2016-09-19 16:12:00

Missionaries of Charity in the Diocese of Maralal, Kenya


The Missionaries of Charity in the Catholic Diocese of Maralal are a happy lot after the canonization of their founder, Mother Theresa of Kolkata on 4th, September 2016. This has renewed their faith and zeal to serve the poorest of the poor.

In an exclusive interview with Waumini News Today, Sr. Jane Maria MC said, the Sisters received the news of the canonization with a lot of joy.

“I was so happy that Mother Theresa has been made a saint, I lived with her in Kolkata for a year, and I am excited that one of the people I knew personally is a Saint because I am sure she continues praying for me and the others,” said Sr. Jane Maria.

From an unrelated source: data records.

import { sayDollars } from '@/lib/domain/money'

export type DelayedStudy =
  'cluster_study' | 'cluster_restudy' | 'affected_system_study' | 'facilities_study'

export interface DelayRules {
  /** The switch: the penalties are challenged in court, and not every tariff has them. */
  inForce: boolean
  perBusinessDayMinor: Record<DelayedStudy, number>
  /** Late by no more than this, nothing is owed; later, it is owed from the first late day. */
  graceBusinessDays: number
  /** Added once when every customer of the study agrees. */
  agreedExtensionBusinessDays: number
}

/**
 * Source: pro forma LGIP 3.9 after Order 2023 (from memory). Challenged in the D.C. Circuit,
 * No. 23-1282 and others; outcome not known here.
 */
export const federalDelayRules: DelayRules = {
  inForce: true,
  perBusinessDayMinor: {
    cluster_study: 100_000,
    cluster_restudy: 200_000,
    affected_system_study: 200_000,
    facilities_study: 250_000,
  },
  graceBusinessDays: 10,
  agreedExtensionBusinessDays: 30,
}

export interface DelayInput {
  /** Business days after the due date on which the study was given, by the utility's calendar. */
  businessDaysLate: number
  /** Every customer of the study agreed to the one extension. */
  extensionAgreed?: boolean
  /** Initial study deposits of all requests in the study: the cap; null when not known. */
  depositsOfAllMinor: number | null
}

export interface DelayPenalty {
  /** Owed by the utility for the whole study, shared among its customers. Minor units. */
  penaltyMinor: number
  account: string
}

/** What a utility owes for a late study under the pro forma LGIP 3.9 (from memory). */
export function studyDelayPenalty(
  study: DelayedStudy,
  input: DelayInput,
  rules: DelayRules = federalDelayRules,
): DelayPenalty {
  if (!rules.inForce)
    return { penaltyMinor: 0, account: 'Penalties for late studies are switched off.' }
  const extension = input.extensionAgreed ? rules.agreedExtensionBusinessDays : 0
  const late = Math.max(0, input.businessDaysLate - extension)
  const days = `${late} business day${late === 1 ? '' : 's'} late${extension > 0 ? ` after the agreed ${extension}` : ''}`
  if (late <= rules.graceBusinessDays)
    return {
      penaltyMinor: 0,
      account: `No penalty: ${days}, ${rules.graceBusinessDays} or fewer.`,
    }
  const perDay = rules.perBusinessDayMinor[study]
  const full = late * perDay
  const cap = input.depositsOfAllMinor
  const penaltyMinor = cap === null ? full : Math.min(full, cap)
  const words = `${days} × ${sayDollars(perDay)} = ${sayDollars(full)}`
  return {
    penaltyMinor,
    account:
      penaltyMinor < full
        ? `${words}, at most the study deposits of ${sayDollars(penaltyMinor)}.`
        : `${words}.`,
  }
}
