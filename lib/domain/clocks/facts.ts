/** Facts as the pure rules see them: dated statements, append-only, corrected by later ones. */

export const factKinds = [
  'happened',
  'taken_over',
  'scheduled',
  'stated',
  'extension',
  'stop',
  'resume',
  'waived',
  'withdrawn',
  'reinstated',
  'changed',
  'correction',
  'retraction',
] as const
export type FactKind = (typeof factKinds)[number]

export const channels = ['portal', 'email', 'letter', 'call', 'meeting', 'hand'] as const
export type Channel = (typeof channels)[number]

/** The study or agreement that last assigned network upgrade cost to the request. */
export const assigningStudies = [
  'cluster_study',
  'cluster_restudy',
  'facilities_study',
  'facilities_restudy',
  'agreement',
] as const
export type AssigningStudy = (typeof assigningStudies)[number]

export interface Terms {
  requestNo?: string
  poi?: string
  poiVoltageKv?: number
  /** MWac at the POI, by standing. */
  requestedMw?: number
  studiedMw?: number
  grantedMw?: number
  installedMw?: number
  dcMw?: number
  technology?: string
  storageMw?: number
  storageMwh?: number
  serviceType?: string
  onMainline?: boolean
  codOn?: string
  /** Network upgrade cost assigned to the request, and by which study; minor units. */
  assignedCostMinor?: number
  assignedBy?: AssigningStudy
  /** The share of the study cost allocated to the request so far; minor units. */
  allocatedStudyCostMinor?: number
}

export interface FactBody {
  terms?: Terms
  /** Pins this procedure revision from here on. */
  procedureRevisionId?: string
  /** For an extension. */
  decision?: 'asked' | 'granted' | 'refused'
  lengthDays?: number
  unit?: 'business_day' | 'calendar_day'
  /** For a stop or resume: the steps concerned, all running ones if left out. */
  scope?: string[]
  /** For a taken-over running step. */
  sinceOn?: string
  note?: string
  effect?: string
}

export interface Fact {
  id: string
  seq: number
  kind: FactKind
  step?: string
  instance: number
  obligation?: string
  sentOn?: string
  sentAt?: string
  receivedOn?: string
  receivedAt?: string
  /** A date the fact itself sets: extended to, stated due, scheduled for, running due. */
  dueOn?: string
  dueAt?: string
  channel?: Channel
  outcome?: string
  amountMinor?: number
  body: FactBody
  replacesId?: string
  reason?: string
  recordedAt: string
}

/**
 * The facts in force: corrections take the place (kind and order) of what they correct, and
 * retracted facts are gone. A chain of corrections resolves to its last link, so retracting a
 * correction takes the whole statement away, and correcting a retraction brings it back.
 *
 * A correction carries the full corrected content in its own fields; its kind is that of the
 * fact it replaces. The order in which the facts are passed does not matter.
 */
export function effectiveFacts(facts: readonly Fact[]): Fact[] {
  const replacedBy = new Map<string, Fact>()
  const ordered = [...facts].sort((a, b) => a.seq - b.seq || a.id.localeCompare(b.id))
  for (const fact of ordered) if (fact.replacesId) replacedBy.set(fact.replacesId, fact)
  const result: Fact[] = []
  for (const fact of ordered) {
    if (fact.kind === 'correction' || fact.kind === 'retraction') continue
    const last = lastLink(fact, replacedBy)
    if (last.kind === 'retraction') continue
    result.push(last === fact ? fact : { ...last, kind: fact.kind, seq: fact.seq })
  }
  return result
}

function lastLink(fact: Fact, replacedBy: ReadonlyMap<string, Fact>): Fact {
  let current = fact
  const seen = new Set<string>()
  for (;;) {
    const next = replacedBy.get(current.id)
    if (!next || seen.has(next.id)) return current
    seen.add(next.id)
    current = next
  }
}

/** The terms of the request in force: later statements win, field by field. */
export function termsOf(facts: readonly Fact[]): Terms {
  const terms: Terms = {}
  for (const fact of effectiveFacts(facts)) {
    if (
      fact.kind === 'changed' &&
      fact.body.decision !== 'asked' &&
      fact.body.decision !== 'refused'
    )
      Object.assign(terms, fact.body.terms)
  }
  return terms
}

In Kenya, the sisters who follow closely in the footsteps of St. Theresa of Calcutta serve in one of the remotest and inaccessible villages of Samburu County inhabited by the Samburu, Pokot and Turkana people who are mostly pastoralists.

According to Sr. Jane Maria , the nuns rescue infants as young as one day old whose mothers have died; nurse and feed the elderly; preach to alcohol addicts at their drinking den and invite them to daily Mass at the Sisters’ convent. They also visit different communities to evangelise and to advocate against Female Genital Mutilation (FGM) and against early marriages for young girls. Instead, they encourage parents to educate all children.

Every Saturday two or three Sisters led by Sr. Jenny Rozario go to a village known as Malasso where the plateau drops 8,000 feet into the Rift Valley. There they meet a community still steeped in its traditions and culture.

“It takes us three hours to descend to the valley, we then take about one hour to rest as we wait for the community members to come to the market, after which we take about two hours to tell them about God with the help of a trained local catechist after which it takes us another three hours or more to ascend to the top of the valley.” Sr. Maria MC said.

The Missionaries of Charity Sisters in Maralal are currently educating 11 street children in a boarding school and take care of 15 children below the age of 5. Where possible, the children are later reunited with their extended family members or given up for adoption.

Sr. Jane Maria is happy that through Catechism classes, two primary school going girls from Malasso village in the Great Rift Valley have received the Sacrament of Baptism after successfully attending Catechism classes.